The University's Shell EMI Chair in Offshore Engineering, Professor David White, who will lead the ARC Research Hub for Offshore Floating Facilities, said Woodside Petroleum had planted the early seeds for further research when UWA wanted to grow its capabilities to span between its best known expertise in geotechnics and oceanography when his own role started in 2013.
The proposal for the research hub emerged in late 2014 when both Woodside and Shell were mapping out their future challenges and research needs for offshore engineering with UWA.
White's hub will use $10 million in combined funding from the ARC along with Shell, Woodside, Lloyd's Register and Bureau Veritas, to help ensure Australia plays a leading role in future offshore energy developments not only locally but across the world.
The Lloyd's Register Foundation has supported the Centre for Offshore Foundation Systems as a centre of excellence for the past five years, while Dr Xiao-bo Chen of Bureau Veritas has contributed to UWA's research for many years as an adjunct professor.
The COFS is also partnered with Western Sydney University, which brings particular expertise in computational fluid dynamics, while engineering dean John Dell, who is also on the UWA executive, also gave his strong internal support.
Opportunities
"Our aim is to address opportunities we've identified to improve the cost efficiency of the facilities needed to develop oil and gas resources offshore Australia and globally, which is clearly a timely challenge," White told the launch.
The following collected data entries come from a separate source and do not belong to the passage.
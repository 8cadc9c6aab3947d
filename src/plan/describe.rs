//! A run's resolved plan for people and for the manifest: the stages in
//! plain words (`RunPlan::describe_stages`, printed by `curlew check` and
//! kept in the manifest) and as typed JSON objects in SI
//! (`RunPlan::resolved_json`, the manifest's `resolved`). Each stage's own
//! `describe` and `Serialize` live beside its `Params`; this file only
//! gathers them in the order a frame meets the stages.

use super::RunPlan;
use crate::error::{Error, Result};

impl RunPlan {
    /// One `(stage, text)` per line, in the order a frame meets the stages;
    /// the validation chain takes a line per step, later steps starting
    /// with "then".
    pub fn describe_stages(&self) -> Vec<(&'static str, String)> {
        let mut out: Vec<(&'static str, String)> = self
            .validation
            .describe_steps(self.px_velocity)
            .into_iter()
            .enumerate()
            .map(|(i, s)| ("validation", if i == 0 { s } else { format!("then {s}") }))
            .collect();
        out.push(("fill", self.fill.describe()));
        out.push(("smoothing", self.derive.smoother.describe()));
        out.push(("derivatives", self.derive.describe()));
        out.push(("quantities", self.derive.describe_quantities()));
        out.push(("statistics", self.stats.describe()));
        out
    }

    /// `describe_stages` as one JSON object, a stage's lines joined by ", ".
    pub(crate) fn describe_json(&self) -> serde_json::Value {
        let mut m = serde_json::Map::new();
        for (stage, text) in self.describe_stages() {
            match m.get_mut(stage) {
                Some(serde_json::Value::String(s)) => {
                    s.push_str(", ");
                    s.push_str(&text);
                }
                _ => {
                    m.insert(stage.into(), text.into());
                }
            }
        }
        serde_json::Value::Object(m)
    }

    /// The resolved stage parameters as typed JSON objects, every value in
    /// SI (m, s, m/s; fractions as fractions): the manifest's `resolved`.
    /// Non-finite numbers become `null`.
    pub(crate) fn resolved_json(&self) -> Result<serde_json::Value> {
        fn v<T: serde::Serialize>(key: &str, x: &T) -> Result<serde_json::Value> {
            serde_json::to_value(x)
                .map_err(|e| Error::data(format!("manifest: resolved {key}: {e}")))
        }
        Ok(serde_json::json!({
            "input": v("input", &self.input)?,
            "calibration_m_s_per_px": self.px_velocity,
            "validation": v("validation", &self.validation)?,
            "fill": v("fill", &self.fill)?,
            "derive": v("derive", &self.derive)?,
            "stats": v("stats", &self.stats)?,
            "modes": v("modes", &self.modes)?,
            "spectra": v("spectra", &self.spectra)?,
            "budget": v("budget", &self.budget)?,
            "vortices": v("vortices", &self.vortices)?,
        }))
    }
}
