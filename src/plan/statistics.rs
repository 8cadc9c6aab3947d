//! `[statistics]` and `[phase]`: raw keys and their resolution.
//!
//! STUB (skeleton): the statistics owner fills these sections.

use serde::{Deserialize, Serialize};

use super::ResolveCtx;
use crate::error::{Error, Result};
use crate::stats;

#[derive(Debug, Clone, Default, Deserialize, Serialize, PartialEq)]
#[serde(deny_unknown_fields)]
pub struct RawStatistics {}

#[derive(Debug, Clone, Default, Deserialize, Serialize, PartialEq)]
#[serde(deny_unknown_fields)]
pub struct RawPhase {
    /// Number of phase bins (default 12).
    pub bins: Option<usize>,
}

pub fn resolve_stats(s: &RawStatistics, ph: &RawPhase, ctx: &ResolveCtx) -> Result<stats::Params> {
    let _ = (s, ctx);
    let mut p = stats::Params::default();
    if let Some(b) = ph.bins {
        if b == 0 || b > 3600 {
            return Err(Error::usage(format!(
                "[phase] bins = {b} must lie between 1 and 3600"
            )));
        }
        p.phase_bins = b;
    }
    Ok(p)
}
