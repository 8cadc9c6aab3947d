//! `[derivatives]` and `[uncertainty]`: raw keys and their resolution.
//!
//! STUB (skeleton): the gradients owner fills these sections.

use serde::{Deserialize, Serialize};

use super::ResolveCtx;
use crate::derive;
use crate::error::Result;
use crate::stencil::smooth::Smoother;

#[derive(Debug, Clone, Default, Deserialize, Serialize, PartialEq)]
#[serde(deny_unknown_fields)]
pub struct RawDerivatives {
    /// central | richardson | least-squares | circulation | auto
    pub scheme: Option<String>,
}

#[derive(Debug, Clone, Default, Deserialize, Serialize, PartialEq)]
#[serde(deny_unknown_fields)]
pub struct RawUncertainty {
    /// "estimate" | "columns" | a number in m/s
    pub velocity_noise: Option<toml::Value>,
    pub neighbour_correlation: Option<f64>,
}

pub fn resolve_derive(
    d: &RawDerivatives,
    u: &RawUncertainty,
    smoother: Smoother,
    ctx: &ResolveCtx,
) -> Result<derive::Params> {
    let _ = (d, u, smoother, ctx);
    Ok(derive::Params::default())
}
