/// Everything `generate` needs. `Default` is the demo's wake at two speeds.
#[derive(Debug, Clone, serde::Serialize)]
pub struct SynthOptions {
    /// The flow to synthesise (`curlew synth SCENARIO`).
    pub scenario: Scenario,
    /// Frames per run.
    pub frames: usize,
    /// Seed of every random draw (`--seed`); the same seed gives
    /// identical files.
    pub seed: u64,
    /// Nodes along x (`--nx`); `None`: the scenario's default (40 for
    /// `wake`, 48 otherwise).
    pub nx: Option<usize>,
    /// Nodes along y (`--ny`); `None`: the scenario's default (25 for
    /// `wake`, 36 otherwise).
    pub ny: Option<usize>,
    /// Grid pitch, m (`--pitch-mm` on the command line, in mm); `None`:
    /// 2 mm for `wake`, 1 mm otherwise.
    pub pitch: Option<f64>,
    /// One run per speed (m/s): the free stream, or the scenario's velocity scale.
    pub speeds: Vec<f64>,
    /// Body diameter for `wake` and `cylinder`, m.
    pub diameter: f64,
    /// Strouhal number of the shedding (`wake`).
    pub strouhal: f64,
    /// Convection speed of the street over the free stream (`wake`).
    pub convection: f64,
    /// Metres per pixel.
    pub pixel_size: f64,
    /// Displacement of the peak speed between exposures, px.
    pub displacement_px: f64,
    /// Frames per second.
    pub frame_rate: f64,
    /// Standard deviation of the noise of each component, px.
    pub noise_px: f64,
    /// Correlation coefficient of the noise of adjacent vectors (0 to
    /// 1/sqrt 2; 0: independent).
    pub noise_correlation: f64,
    /// Window noise: each vector's error is the average over an `m x m`
    /// box of sub-cell errors (`m = 1/(1 - overlap)`: 2 at 50 %, 4 at 75 %
    /// overlap; 0 or 1: off). See `noise`.
    #[serde(default)]
    pub noise_window: usize,
    /// AR(1) coefficient of the noise from frame to frame (0: independent
    /// frames; below 1). See `noise`.
    #[serde(default)]
    pub noise_memory: f64,
    /// Core radius of the `vortex` scenario in grid pitches (default: an
    /// eighth of the domain height).
    #[serde(default)]
    pub core_pitches: Option<f64>,
    /// `vortex` scenario: the circulation pulses as `1 + A sin(2 pi f t)`
    /// with `pulse = Some((A, f in Hz))`; frames then carry a phase.
    #[serde(default)]
    pub pulse: Option<(f64, f64)>,
    /// `vortex` scenario: a uniform stream along +x (m/s) added to the
    /// vortex (default 0).
    #[serde(default)]
    pub stream: f64,
    /// Fraction of nodes per frame replaced by random vectors.
    pub outlier_fraction: f64,
    /// Outlier magnitude at most this many times the local speed.
    pub outlier_scale: f64,
    /// Fraction of nodes per frame that are gaps (missing rows, empty cells,
    /// or flagged rows when `flag_column`).
    pub gap_fraction: f64,
    /// Write `sigma_u`, `sigma_v` columns: the noise standard deviation.
    pub sigma_columns: bool,
    /// Write a `flag` column (0, or 1 on flagged gap rows).
    pub flag_column: bool,
    /// Write the nodes inside a body as rows with `mask` = 1 (empty u, v)
    /// instead of leaving them out; the pipeline then masks by that column
    /// rather than by a circle (csv only).
    pub mask_column: bool,
    /// Unit of the written coordinates (`--length-unit`; the pipeline's
    /// `length_unit`).
    pub length_unit: LengthUnit,
    /// Unit of the written velocities (`--velocity-unit`; the pipeline's
    /// `velocity_unit`).
    pub velocity_unit: VelocityUnit,
    /// Write image-oriented frames: y and v grow downwards (the files hold
    /// minus the flow's y and v; the pipeline says `y_axis = "down"`).
    pub y_down: bool,
    /// How frames are stored (`--format`; the pipeline's `format`).
    pub format: OutFormat,
    /// Significant digits of printed values, relative to each column's scale;
    /// 16 or more: shortest exact representation.
    pub digits: u32,
    /// Write the truth folder.
    pub truth: bool,
    /// Also write every frame's noise-free field (one file per frame).
    pub truth_frames: bool,
    /// Phase bins of the pipeline and of `truth/phase.csv`.
    pub phase_bins: usize,
    /// Campaign name written as the pipeline's `[campaign] name`
    /// (`--campaign`; default `synth-<scenario>`).
    pub campaign: String,
    /// Replace an existing output folder (only once the new one is complete).
    /// Not recorded in the truth, so that a forced regeneration writes the
    /// same bytes.
    #[serde(skip)]
    pub force: bool,
    /// The command line that made the campaign, for the pipeline comment and README.
    pub command: Option<String>,
    /// Also write the pipeline here, with paths relative to its folder.
    pub pipeline_copy: Option<PathBuf>,
}

impl Default for SynthOptions {
    fn default() -> Self {
        SynthOptions {
            scenario: Scenario::Wake,
            frames: 100,
            seed: 1,
            nx: None,
            ny: None,
            pitch: None,
            speeds: vec![0.15, 0.30],
            diameter: 0.01,
            strouhal: 0.21,
            convection: 0.85,
            pixel_size: 4.0e-5,
            displacement_px: 8.0,
            frame_rate: 15.0,
            noise_px: 0.1,
            noise_correlation: 0.0,
            noise_window: 0,
            noise_memory: 0.0,
            core_pitches: None,
            pulse: None,
            stream: 0.0,
            outlier_fraction: 0.03,
            outlier_scale: 3.0,
            gap_fraction: 0.02,
            sigma_columns: false,
            flag_column: false,
            mask_column: false,
            length_unit: LengthUnit::Mm,
            velocity_unit: VelocityUnit::MPerS,
            y_down: false,
            format: OutFormat::Csv,
            digits: 5,
            truth: true,
            truth_frames: false,
            phase_bins: 12,
            campaign: "synth".into(),
            force: false,
            command: None,
            pipeline_copy: None,
        }
    }
}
"Our aim is to achieve better design and also more efficient operations; in some cases by improved understanding of the underlying science and in some cases by inventing innovative new technologies."
His hub will work on ocean forecasting, vessel motion and offloading analysis, life extension of offshore assets, and novel anchoring and subsea foundations.
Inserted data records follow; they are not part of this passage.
/// Resolves `[validation]` into the validation parameters (velocities in m/s).
pub(crate) fn resolve_validation(
    raw: &RawValidation,
    ctx: &ResolveCtx,
) -> Result<validate::Params> {
    let mut p = validate::Params::default();
    let m = raw.median.clone().unwrap_or_default();
    let eps = velocity(
        ctx,
        "[validation] median.eps_px",
        m.eps_px,
        "[validation] median.eps",
        m.eps,
        0.1,
    )?;
    p.median = if m.enabled.unwrap_or(true) {
        Some(resolve_median(&m, eps)?)
    } else {
        None
    };
    let mut floor = eps;
    if let Some(e) = &raw.ensemble {
        floor = velocity(
            ctx,
            "[validation] ensemble.floor_px",
            e.floor_px,
            "[validation] ensemble.floor",
            e.floor,
            0.1,
        )?;
        if e.enabled.unwrap_or(true) {
            p.ensemble = Some(resolve_ensemble(e, floor)?);
        }
    }
    if let Some(l) = &raw.limits {
        p.limits = Some(resolve_limits(l, ctx, floor)?);
    }
    if let Some(f) = raw.max_rejected_fraction {
        if !(f > 0.0 && f <= 1.0) {
            return Err(Error::usage(format!(
                "[validation] max_rejected_fraction = {f}; expected a fraction in (0, 1]"
            )));
        }
        p.max_rejected_fraction = Some(f);
    }
    // ensemble histograms resolve a fifth of the noise floor near zero;
    // without a known floor, 1e-3 of the input velocity unit (a bin width,
    // not a threshold)
    p.histogram_resolution = floor.map_or(1e-3 * ctx.velocity_scale, |f| 0.2 * f);
    Ok(p)
}

/// The normalized median test of an enabled `median = { ... }`, with its
/// resolved `eps` (m/s; None without a calibration or a given eps).
fn resolve_median(m: &RawMedian, eps: Option<f64>) -> Result<MedianParams> {
    let radius = m.radius.unwrap_or(1);
    if radius != 1 && radius != 2 {
        return Err(Error::usage(format!(
            "[validation] median.radius = {radius}; expected 1 (3 x 3) or 2 (5 x 5)"
        )));
    }
    let most = (2 * radius + 1).pow(2) - 1;
    let min_neighbours = m.min_neighbours.unwrap_or(if radius == 1 { 3 } else { 8 });
    if min_neighbours < 1 || min_neighbours > most {
        return Err(Error::usage(format!(
            "[validation] median.min_neighbours = {min_neighbours}; expected 1 to {most} for radius {radius}"
        )));
    }
    let combine = match m.combine.as_deref().unwrap_or("either") {
        "either" => Combine::Either,
        "magnitude" => Combine::Magnitude,
        other => {
            return Err(Error::usage(format!(
                "[validation] median.combine = '{other}' is not known; expected \"either\" or \"magnitude\""
            )))
        }
    };
    Ok(MedianParams {
        // Without a calibration and without eps: eps = the frame's
        // estimated noise (Westerweel & Scarano 2005 give eps = 0.1 px
        // as the typical noise level of PIV; from memory).
        eps: eps.unwrap_or(0.0),
        eps_noise: eps.is_none().then_some(1.0),
        threshold: positive("[validation] median.threshold", m.threshold.unwrap_or(2.0))?,
        radius,
        combine,
        min_neighbours,
    })
}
His team will work both in the laboratory at UWA and in the field, drawing on data from real assets owned by industry partners.
White said the research offered opportunities for improved operability and longevity of Australia's large fleet of FPSO vessels and Prelude FLNG vessel.
However, White said the hubs' research also has wider applicability.
"Some projects will directly benefit all types of development offshore Australia - for example our work on internal waves, or solitons," White said.
"Some projects will have applicability to the design of all offshore facilities, globally, such as our work on foundations that are tolerably mobile, or our use of data analytics to forecast the life of offshore assets."
UWA has other initiatives underway in the offshore engineering space, two of which White said were particularly relevant in catalysing the success of the research hub.
The first is Shell's support of White's own role, where he has used the "vital" floating systems expertise of Wenhua Zhao, Hugh Wolgamot and Mike Efthymiou, who he said had helped create the coherent research team needed for the hub.
He also acknowledged Woodside's additional commitment to UWA, through their establishment of the Woodside FutureLab OceanWorks - also announced last week.
The initiative aims to grow industry-academia collaboration and has both physical and virtual elements.
"A key physical element is a collaboration space, open to all, in our new Indian Ocean Marine Research Centre. The space will create co-location and deeper interaction between industry and the university, to the benefit of both," he said.
That new building will open in September.